In its last major inspection in June 2006, the bridge received an overall rating of 4 on a scale of 0 to 9, and was found suitable to continue in operation with load restrictions. It carried 141,000 vehicles a day, according to a 2004 count.

It will take at least 18 months for the National Transportation Safety Board to complete its analysis of why the bridge collapsed. According to ASCE, this bridge was relatively young to have collapsed – the average age of failure for bridges is 52.5 years. More than half of collapses are caused by scouring of the supports by water flow.

Meanwhile, the debate in Congress over the highway program is going to proceed with more attention from the public than it has had in the past. Oberstar's committee has held numerous hearings already, covering the condition of the highways and how funding shortfalls will be corrected.

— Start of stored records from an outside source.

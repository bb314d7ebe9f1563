import { defineConfig } from "vitest/config";

// Worker suites. Unit tests of pure modules run in Node beside the code (worker/src/**/*.test.ts);
// integration tests (worker/test/**/*.test.ts) run the bundled worker on workerd through Miniflare
// with real local KV, D1 and Queues. Files run one at a time: each starts its own workerd, and the
// queue timings they wait for need the machine's two cores.
export default defineConfig({
  test: {
    name: "worker",
    root: new URL("..", import.meta.url).pathname,
    environment: "node",
    include: ["worker/src/**/*.test.ts", "worker/test/**/*.test.ts"],
    // Bundles the worker and reads wrangler.toml once per run (worker/test/global-setup.ts).
    globalSetup: ["worker/test/global-setup.ts"],
    testTimeout: 60_000,
    hookTimeout: 60_000,
    fileParallelism: false,
  },
});
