import { defineConfig } from "vitest/config";

// Node-side suites: the shared model, the CLI, the demo ledger and cross-cutting checks.
// Worker suites that need workerd live in their own project (see worker/vitest.config.ts).
export default defineConfig({
  test: {
    projects: [
      {
        test: {
          name: "node",
          environment: "node",
          include: ["shared-model/**/*.test.ts", "cli/**/*.test.ts", "demo-ledger/**/*.test.ts", "test/node/**/*.test.ts", "scripts/**/*.test.ts"],
          testTimeout: 60_000,
        },
      },
      // Worker suites (unit tests of worker/src in Node, integration tests on workerd).
      "worker/vitest.config.ts",
      // The review app's pure modules, then the browser tests against wrangler dev.
      "review-ui/vitest.config.ts",
      "test/e2e/vitest.config.ts",
    ],
  },
});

Public-private partnerships have been the subject of at least a half-dozen hearings already. In these alternative funding mechanisms, a private investor fronts the money for a new road or maintenance of an existing road in return for income from tolls. Perhaps the best-known example of such an arrangement is the 75-year lease of the Indiana Toll Road to an international consortium.

Pennsylvania Gov. Ed Rendell, a Democrat, explained the attraction of this approach in comments several months ago. He noted that the cost of road construction materials in Pennsylvania has gone up 36 percent in the past two years and said there is no way to raise fuel taxes high enough or quickly enough to meet that cost.

"If we're hoping that the federal government raises the gasoline tax and produces enough money to fund (the highway program) and come to rescue of this massive infrastructure deficit that we have in this country, I think we're dreaming," Rendell said.

Trucking interests, meanwhile, are alarmed about the emergence of the PPP alternative. The American Trucking Associations and the Owner-Operator Independent Drivers Association are leading a group of highway users who are pushing alarms on Capitol Hill.

ATA President and CEO Bill Graves has warned that leasing highways threatens to dismantle interstate highway network. "We must take the time to consider the long-term impact privatization will have on our nation's transportation system."

Oberstar and Rep. Peter DeFazio, D-Ore., share Graves' concern.

"We are open to all proposals for funding of future needs," Oberstar said. "But the core has to be a dedicated revenue stream as Congress created in 1956 with the Highway Trust Fund."